Before the Storm
Introduced between 1930 and 1960, Mosin-Nagant M91/30 was built by Izhevsk / Tula for Soviet Union forces as a rifle for total war armies.
M91/30 Infantry Rifle
Standard Soviet service rifle and common sniper platform in WW2.
Introduced between 1930 and 1960, Mosin-Nagant M91/30 was built by Izhevsk / Tula for Soviet Union forces as a rifle for total war armies.
Chambered in 7.62x54mmR and operating by bolt-action, it offered an effective reach of about 500 meters. Crews could sustain roughly 15 rounds per minute in trained hands, carried in a 4 kg frame with a 5-round magazine.

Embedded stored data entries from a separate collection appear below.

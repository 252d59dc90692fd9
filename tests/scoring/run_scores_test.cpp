#include "core/scoring/run_scores.h"
#include "tests/scoring/scoring_fixture.h"

using namespace fourfold;
using Catch::Matchers::WithinAbs;

namespace {

using F = FramingFunction;
using reliability::MatchMode;

// Hand-worked example on article f1 (kTwoArticles), built on the categories of the SemEval-2013
// Task 9.1 evaluation (Segura-Bedmar, Martínez & Herrero Zazo 2013, §4; COR/INC/PAR/MIS/SPU
// after Chinchor & Sundheim 1993). Text positions (code points):
//   [0,40)   "The ferry to Brakwater will stop in May."
//   [41,54)  "Dr. Ilse Varn"   [55,73) "blames the budget."   [62,73) "the budget."
//   [75,107) "The council must find the money."   [108,125) "It is a disgrace."
// Reference (coder C01, or gold):  G1 problem [0,40), G2 cause [62,73), G3 remedy [75,107),
//                                  G4 evaluation [108,125)
// Run:                             P1 problem [0,40), P2 cause [55,73), P3 evaluation [75,107),
//                                  P4 remedy [41,54)
// Outcomes by mode (worked by hand from the SemEval-2013 definitions):
//          strict  exact  partial  type
//   P1/G1  COR     COR    COR      COR   same boundaries, same function
//   P2/G2  INC     INC    PAR      COR   overlap, other boundaries, same function
//   P3/G3  INC     COR    COR      INC   same boundaries, other function
//   P4     SPU     SPU    SPU      SPU   overlaps no reference span
//   G4     MIS     MIS    MIS      MIS   nothing predicted
// POS = ACT = 4. Precision = (COR + ½PAR)/ACT, recall = (COR + ½PAR)/POS:
//   strict 1/4 = 0.25; exact 2/4 = 0.5; partial 2.5/4 = 0.625; type 2/4 = 0.5.
// Strict per function (INC, PAR, MIS under the reference's function, SPU under the run's):
//   problem COR 1 → P = R = F1 = 1; cause INC 1 → 0, 0, 0; evaluation MIS 1 → P undefined,
//   R 0, F1 0; remedy INC 1 + SPU 1 → ACT 2, P 0, R 0, F1 0.
//   Macro (mean of the defined): P (1 + 0 + 0)/3 = 0.333, R 0.25, F1 0.25.
struct HandExample : test::ScoringFixture {
    CoderId c1 = addCoder(QStringLiteral("C01"));

    HandExample()
    {
        code(f1, c1, F::Problem, 0, 40);
        code(f1, c1, F::Cause, 62, 73);
        code(f1, c1, F::Remedy, 75, 107);
        code(f1, c1, F::Evaluation, 108, 125);
        storeRun(QStringLiteral("hand"),
            {{f1, F::Problem, 0, 40}, {f1, F::Cause, 55, 73}, {f1, F::Evaluation, 75, 107},
                {f1, F::Remedy, 41, 54}, {f2, F::Problem, 0, 10}});
    }

    RunScores score(
        MatchMode mode, const LayerSpec &against = {LayerKind::Coder, QStringLiteral("C01")})
    {
        ScoreOptions o;
        o.mode = mode;
        o.bootstrapReplicates = 200;
        auto s = scoreRun(project, QStringLiteral("hand"), against, o);
        REQUIRE(s);
        return *s;
    }
};

} // namespace

TEST_CASE_METHOD(
    HandExample, "scoring reproduces the hand-worked SemEval-2013 example", "[scoring]")
{
    SECTION("strict")
    {
        const RunScores s = score(MatchMode::Strict);
        // Only f1 is scored: C01 coded nothing on f2, so the run's span there does not count.
        CHECK(s.articles == 1);
        CHECK(s.micro.correct == 1);
        CHECK(s.micro.incorrect == 2);
        CHECK(s.micro.partial == 0);
        CHECK(s.micro.missing == 1);
        CHECK(s.micro.spurious == 1);
        CHECK(s.micro.possible() == 4);
        CHECK(s.micro.actual() == 4);
        CHECK_THAT(*s.micro.precision, WithinAbs(0.25, 1e-12));
        CHECK_THAT(*s.micro.recall, WithinAbs(0.25, 1e-12));
        CHECK_THAT(*s.micro.f1, WithinAbs(0.25, 1e-12));
        const auto &p = s.perFunction[std::size_t(F::Problem)];
        CHECK(*p.precision == 1.0);
        CHECK(*p.recall == 1.0);
        const auto &e = s.perFunction[std::size_t(F::Evaluation)];
        CHECK_FALSE(e.precision.has_value());
        CHECK(*e.recall == 0.0);
        CHECK(*e.f1 == 0.0);
        const auto &r = s.perFunction[std::size_t(F::Remedy)];
        CHECK(r.actual() == 2);
        CHECK(r.spurious == 1);
        CHECK(*r.precision == 0.0);
        CHECK_THAT(*s.macroPrecision, WithinAbs(1.0 / 3.0, 1e-12));
        CHECK_THAT(*s.macroRecall, WithinAbs(0.25, 1e-12));
        CHECK_THAT(*s.macroF1, WithinAbs(0.25, 1e-12));
    }
    SECTION("exact")
    {
        const RunScores s = score(MatchMode::Exact);
        CHECK(s.micro.correct == 2);
        CHECK(s.micro.incorrect == 1);
        CHECK_THAT(*s.micro.f1, WithinAbs(0.5, 1e-12));
    }
    SECTION("partial")
    {
        const RunScores s = score(MatchMode::Partial);
        CHECK(s.micro.correct == 2);
        CHECK(s.micro.partial == 1);
        CHECK_THAT(*s.micro.precision, WithinAbs(0.625, 1e-12));
        CHECK_THAT(*s.micro.recall, WithinAbs(0.625, 1e-12));
    }
    SECTION("type")
    {
        const RunScores s = score(MatchMode::Type);
        CHECK(s.micro.correct == 2);
        CHECK(s.micro.incorrect == 1);
        CHECK_THAT(*s.micro.f1, WithinAbs(0.5, 1e-12));
    }
    SECTION("the same spans as gold give the same figures")
    {
        gold(f1, F::Problem, 0, 40);
        gold(f1, F::Cause, 62, 73);
        gold(f1, F::Remedy, 75, 107);
        gold(f1, F::Evaluation, 108, 125);
        const RunScores s = score(MatchMode::Strict, LayerSpec {LayerKind::Gold, {}});
        CHECK(s.articles == 1);
        CHECK_THAT(*s.micro.f1, WithinAbs(0.25, 1e-12));
        CHECK_THAT(*s.macroPrecision, WithinAbs(1.0 / 3.0, 1e-12));
    }
    SECTION("one article: every bootstrap replicate is that article, so the interval is the point")
    {
        const RunScores s = score(MatchMode::Partial);
        CHECK(s.replicates == 200);
        CHECK_THAT(*s.microIntervals.f1.low, WithinAbs(0.625, 1e-12));
        CHECK_THAT(*s.microIntervals.f1.high, WithinAbs(0.625, 1e-12));
    }
}

TEST_CASE_METHOD(test::ScoringFixture, "bootstrap intervals resample articles", "[scoring]")
{
    const CoderId c1 = addCoder(QStringLiteral("C01"));
    code(f1, c1, F::Problem, 0, 40);
    code(f1, c1, F::Remedy, 75, 107);
    code(f2, c1, F::Problem, 0, 38);
    code(f2, c1, F::Evaluation, 39, 57);
    // Perfect on f1, one hit of two on f2: F1 on f1 = 1, on f2 = 2·1/(2+1) = 2/3.
    storeRun(QStringLiteral("r"),
        {{f1, F::Problem, 0, 40}, {f1, F::Remedy, 75, 107}, {f2, F::Problem, 0, 38}});
    ScoreOptions o;
    o.bootstrapReplicates = 500;
    o.seed = 7;
    auto s = scoreRun(
        project, QStringLiteral("r"), LayerSpec {LayerKind::Coder, QStringLiteral("C01")}, o);
    REQUIRE(s);
    CHECK(s->articles == 2);
    // Pooled: COR 3, MIS 1 → P 1, R 0.75, F1 6/7.
    CHECK_THAT(*s->micro.f1, WithinAbs(6.0 / 7.0, 1e-12));
    // A replicate holds f1 twice (F1 1), f2 twice (F1 2/3) or both (6/7): with 500 replicates
    // each extreme occurs (probability 1/4 each), so the interval runs from 2/3 to 1.
    CHECK_THAT(*s->microIntervals.f1.low, WithinAbs(2.0 / 3.0, 1e-12));
    CHECK_THAT(*s->microIntervals.f1.high, WithinAbs(1.0, 1e-12));
    // Precision is 1 in every replicate.
    CHECK(*s->microIntervals.precision.low == 1.0);
    // Same seed, same figures; the per-article counts add up to the totals.
    auto again = scoreRun(
        project, QStringLiteral("r"), LayerSpec {LayerKind::Coder, QStringLiteral("C01")}, o);
    REQUIRE(again);
    CHECK(*again->macroIntervals.f1.low == *s->macroIntervals.f1.low);
    double cor = 0;
    for (const ArticleCounts &a : s->perArticle)
        for (const auto &c : a.perFunction)
            cor += c.correct;
    CHECK(cor == s->micro.correct);
}

TEST_CASE_METHOD(test::ScoringFixture, "scoring refuses what it cannot score", "[scoring]")
{
    addCoder(QStringLiteral("C01"));
    storeRun(QStringLiteral("r"), {{f1, F::Problem, 0, 40}});
    auto noGold = scoreRun(project, QStringLiteral("r"), LayerSpec {LayerKind::Gold, {}}, {});
    REQUIRE_FALSE(noGold);
    CHECK(noGold.error().code == ErrorCode::InvalidArgument);
    CHECK(noGold.error().message.contains(QStringLiteral("no gold spans")));
    auto noRun = scoreRun(project, QStringLiteral("nope"), LayerSpec {LayerKind::Gold, {}}, {});
    REQUIRE_FALSE(noRun);
    CHECK(noRun.error().code == ErrorCode::NotFound);
    auto noCoder = scoreRun(
        project, QStringLiteral("r"), LayerSpec {LayerKind::Coder, QStringLiteral("C99")}, {});
    REQUIRE_FALSE(noCoder);
    CHECK(noCoder.error().message.contains(QStringLiteral("C99")));
    auto uncoded = scoreRun(
        project, QStringLiteral("r"), LayerSpec {LayerKind::Coder, QStringLiteral("C01")}, {});
    REQUIRE_FALSE(uncoded);
    CHECK(uncoded.error().code == ErrorCode::InvalidArgument);
}

TEST_CASE("layer names parse and print", "[scoring]")
{
    for (const char *key : {"gold", "coders", "coder:C01", "run:cues v2"}) {
        auto spec = LayerSpec::parse(QString::fromUtf8(key));
        REQUIRE(spec);
        CHECK(spec->key() == QString::fromUtf8(key));
    }
    for (const char *bad : {"", "run:", "coder:", "golden"}) {
        auto spec = LayerSpec::parse(QString::fromUtf8(bad));
        REQUIRE_FALSE(spec);
        CHECK(spec.error().code == ErrorCode::InvalidArgument);
    }
}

In practice it was judged by reliability under mud, cold, and long marches more than by range-table theory. Historians usually remember this type as a pragmatic wartime tool: not glamorous, but consistently useful where battles were actually decided.
| Caliber | 7.62x54mmR |
| Action | Bolt-action |
| Rate of Fire | 15 rpm |
| Muzzle Velocity | 865 m/s |
| Effective Range | 500 m |
| Magazine | 5 rounds |
| Weight | 4 kg |
| Length | 1232 mm |
The M91/30 modernized the earlier Mosin platform with revised sights and wartime-friendly production features. Soviet arsenals produced it in very large numbers as a practical standard rifle.
It armed Soviet infantry through the full Eastern Front campaign and performed reliably in severe weather. The same platform also served as the base for many sniper conversions.